Block container upgrade on rhel.
Triage for why main kubelet processes are not running: runKubeletInProcess() cmd.Run() Run() run() RunKubelet() startKubelet() go func (kl *Kubelet) Run <-- we know we get this far indicated by Run() starts a bunch of goroutines that constitute the kubelet We know we get as far as (kl *Kubelet) Run() because we see server.go:818] Started kubelet in the logs. We also know that we call CreateAndInitKubelet from RunKubelet() because we see the Starting event (BirthCry) from the node. k.StartGarbageCollection() is called from the end of that function which explains why we see GC happening but nothing else. However (kl *Kubelet) Run doesn't have any error paths where it could bail out and we see no activity from any of the goroutines it would have started.
I attempted a bit of bisecting by rolling back 3.9 image versions in the order below. The first version I got to that worked was actually a kube 1.8 based build. So I went to 0.15.0 which worked and reported v1.9.0-beta1. I then worked my way back up looking to see it fail again. The odd thing is that when i got back to 0.20.0 it worked too whereas on the way down it had failed!
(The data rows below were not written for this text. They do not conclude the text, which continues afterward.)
"""What changed from one store of an experiment to another, cell by cell."""

from __future__ import annotations

from collections.abc import Collection, Mapping
from dataclasses import dataclass, field

import numpy as np

from rigbench.scores.cell import CountedDraws
from rigbench.scores.comparison import Comparison, compare_by_difference
from rigbench.scores.pairs import better
from rigbench.scores.results import Cell, CellKey, Column, Results

__all__ = ["KINDS", "CellChange", "Changes", "changes_since"]

KINDS = ("better", "worse", "unchanged", "not comparable", "no result", "new")
"""What a cell can be, compared with the earlier store."""


@dataclass(frozen=True)
class CellChange:
    """One cell in both stores; ``before`` is None if the earlier one doesn't have it ('new').

    'better' and 'worse' are shown on the draws that count in both; 'unchanged' is not shown to be either;
    'not comparable': nothing is random in one of the two, or they have no draw in common; 'no result': no
    draw counts in one of the two. ``difference`` is the score now less the score then, None without draws
    in common.
    """

    kind: str
    before: Cell | None
    after: Cell
    difference: Comparison | None = None


@dataclass(frozen=True)
class Changes:
    """All cells of the later store against the earlier one, by ``score``; and what only one of them has.

    ``only_after`` and ``only_before`` hold the names of sheets, laws and conditions, by what they are.
    """

    score: str
    cells: Mapping[CellKey, CellChange]
    only_after: Mapping[str, tuple[str, ...]] = field(default_factory=dict)
    only_before: Mapping[str, tuple[str, ...]] = field(default_factory=dict)

    def count(self, kind: str) -> int:
        """Return how many cells are of a kind."""
        return sum(change.kind == kind for change in self.cells.values())


def changes_since(before: Results, after: Results, score: str | None = None) -> Changes:
    """Return what changed, where both results have the same name.

    Without a ``score`` a cell is better or worse by the rule by which laws are compared (see
    :mod:`rigbench.scores.pairs`): pass shares first, then the main score, on the same draws. With one, where
    the 95 % interval of its paired median difference does not hold 0; where nothing is random, where it is
    more than 1 % off. Draws of the same number are the same machine if seed and mismatch are the same; if not
    they are independent pairs, and the tests hold as well, only less sharply. ``score`` must be among those
    that both results were made to compare.
    """
    name = score or after.compared[0]
    known = {cell.key: cell for cell in before.cells}
    columns = {column.name: column for column in before.columns}
    cells = {}
    for cell in after.cells:
        column = next(column for column in after.columns if column.name == cell.condition)
        earlier = known.get(cell.key)
        same = columns.get(cell.condition)
        if earlier is None or same is None:
            cells[cell.key] = CellChange("new", None, cell)
        else:
            cells[cell.key] = _change(before, after, (earlier, cell), (same, column), name, score is None)
    return Changes(name, cells, _only(after, before), _only(before, after))


def _change(
    before: Results,
    after: Results,
    cells: tuple[Cell, Cell],
    columns: tuple[Column, Column],
    score: str,
    by_share: bool,
) -> CellChange:
    earlier, cell = cells
    if not (earlier.draws and cell.draws):
        return CellChange("no result", earlier, cell)
    random = columns[1].random
    if columns[0].random != random:
        return CellChange("not comparable", earlier, cell)
    then, now = (_of(results, cell.key, score) for results in (before, after))
    _, mine, theirs = np.intersect1d(now.draws, then.draws, assume_unique=True, return_indices=True)
    if not len(mine):
        return CellChange("not comparable", earlier, cell)
    known = ~(np.isnan(now.worst[mine, 0]) | np.isnan(then.worst[theirs, 0]))
    mine, theirs = mine[known], theirs[known]
    found = compare_by_difference(now.worst[mine, 0], then.worst[theirs, 0], random)
    if by_share:
        forth, back = better(now, then, 0, random), better(then, now, 0, random)
    elif found is None:
        return CellChange("not comparable", earlier, cell)
    else:
        forth, back = (not found.tie and found.value < 0.0), (not found.tie and found.value > 0.0)
    return CellChange("better" if forth else "worse" if back else "unchanged", earlier, cell, found)


def _of(results: Results, key: CellKey, score: str) -> CountedDraws:
    """Return the draws that count of a cell, with one score alone."""
    here, place = results.counted[key], results.compared.index(score)
    return CountedDraws(here.draws, here.finished, here.passed, here.worst[:, place : place + 1])


def _only(one: Results, other: Results) -> Mapping[str, tuple[str, ...]]:
    """Return the names that only the first of two results has."""

    def missing(mine: Collection[str], theirs: Collection[str]) -> tuple[str, ...]:
        return tuple(name for name in mine if name not in theirs)

    found = {
        "sheet": missing(one.sheets, other.sheets),
        "law": missing(one.laws, other.laws),
        "condition": missing([c.name for c in one.columns], [c.name for c in other.columns]),
    }
    return {what: names for what, names in found.items() if names}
Then I moved back to v3.9.1 and it too worked! # BAD #IMAGE_VERSION=v3.9.1 #IMAGE_VERSION=v3.9.0-0.45.0 #IMAGE_VERSION=v3.9.0-0.39.0 #IMAGE_VERSION=v3.9.0-0.30.0 #IMAGE_VERSION=v3.9.0-0.20.0 # Good but actually kube-1.8 #IMAGE_VERSION=v3.9.0-0.9.0 # Good but v1.9.0-beta1 #IMAGE_VERSION=v3.9.0-0.15.0 # First v1.9.1+a0ce1bc657 #IMAGE_VERSION=v3.9.0-0.17.0 #IMAGE_VERSION=v3.9.0-0.18.0 #IMAGE_VERSION=v3.9.0-0.19.0 Tomorrow lets try to upgrade the control plane again and hopefully the second master will exhibit the same problems and we can dig back into it as a clean host.
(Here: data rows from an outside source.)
"""The runs of a campaign as columns: what a million rows are summed up from without an object for each."""

from __future__ import annotations

from collections.abc import Iterable
from dataclasses import dataclass

import numpy as np
from numpy.typing import NDArray

from rigbench.arm.arm import Floats
from rigbench.scores.row import HOST_OUTCOMES, MACHINE_OUTCOMES, Row

__all__ = ["FINISHED", "MISSING", "NO_DRAW", "STATES", "UNFINISHED", "RunTable", "table_of"]

MISSING, UNFINISHED, FINISHED = 0, 1, 2
"""State of a run: no verdict of the machine (yet), diverged or at a stop, finished."""

STATES = {
    **dict.fromkeys(HOST_OUTCOMES, MISSING),
    **dict.fromkeys(MACHINE_OUTCOMES, UNFINISHED),
    "finished": FINISHED,
}
"""The state of a run by its outcome."""

NO_DRAW = -1
"""Stands for the draw where nothing is random."""


@dataclass(frozen=True, eq=False)
class RunTable:
    """R runs with S scores, in any order; of two rows of the same run the later one counts.

    ``places`` holds each (sheet, law, motion, condition) that any run has, ``place`` the index of each run's.
    """

    names: tuple[str, ...]  # of the scores
    places: tuple[tuple[str, str, str, str], ...]
    place: NDArray[np.int64]  # (R,)
    draw: NDArray[np.int64]  # (R,), NO_DRAW where nothing is random
    state: NDArray[np.int8]  # (R,)
    scores: Floats  # (R, S); NaN where absent, and in runs that did not finish


def table_of(rows: Iterable[Row]) -> RunTable:
    """Return rows as a table. A score that is not a number counts as inf."""
    places: dict[tuple[str, str, str, str], int] = {}
    layouts: dict[tuple[str, ...], tuple[list[int], list[list[float]]]] = {}
    index: list[tuple[int, int, int]] = []
    for number, row in enumerate(rows):
        place = places.setdefault((row.sheet, row.law, row.motion, row.condition), len(places))
        index.append((place, NO_DRAW if row.draw is None else row.draw, STATES[row.outcome]))
        if row.outcome == "finished" and row.scores:
            numbers, values = layouts.setdefault(tuple(row.scores), ([], []))
            numbers.append(number)
            values.append(list(row.scores.values()))
    names = tuple(dict.fromkeys(name for layout in layouts for name in layout))
    column = {name: k for k, name in enumerate(names)}
    scores = np.full((len(index), len(names)), np.nan)
    for layout, (numbers, values) in layouts.items():
        block = np.array(values, dtype=float)
        block[np.isnan(block)] = np.inf
        scores[np.ix_(numbers, [column[name] for name in layout])] = block
    columns = np.array(index, dtype=np.int64).reshape(-1, 3).T
    return RunTable(names, tuple(places), columns[0], columns[1], columns[2].astype(np.int8), scores)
Created attachment 1403171 [details] incomplete-kubelet.log logs from the incomplete start up by the kubelet
*** Bug 1548352 has been marked as a duplicate of this bug. ***
Debug update: Issue with cgroups apply: https://github.com/kubernetes/kubernetes/blob/release-1.9/pkg/kubelet/cm/cgroup_manager_linux.go#L478 Inside libcontainer, here: https://github.com/openshift/origin/blob/master/vendor/github.com/opencontainers/runc/libcontainer/cgroups/systemd/apply_systemd.go#L299 The operation never completes and the status channel is what the whole thing hangs on to. Nothing in the kubelet moves forward because of this. A node reboot somehow fixes this.
Could be cause by a recent pick of mine: https://github.com/openshift/origin/pull/18106 Still trying to figure out exactly how this happens i.e. what is different about the containerized env
Seems that we are not receiving getting a dbus signal that the StartTransientUnit was successful. Not sure how dbus works from within the containerized env or how we might fix this. Vikas, can you urgently look at this and see if there might be a way to work around this without reverting and reintroducing the other issue?
opened this at runc as a stop gap: https://github.com/opencontainers/runc/pull/1754 Debugging further to find the cause that why dbus does not sent signal.
I picked to Origin master and 3.9 https://github.com/openshift/origin/pull/18876 https://github.com/openshift/origin/pull/18877 On hold pending upstream approval
PRs have approval. Should be in the queue soon.
3.9 is merged, master is in the submit queue.
Version: openshift-ansible-3.9.7-1.git.0.60d5c90.el7.noarch Steps: 1. container install ocp v3.7 on rhel hosts 2. run upgrade Upgrade succeed.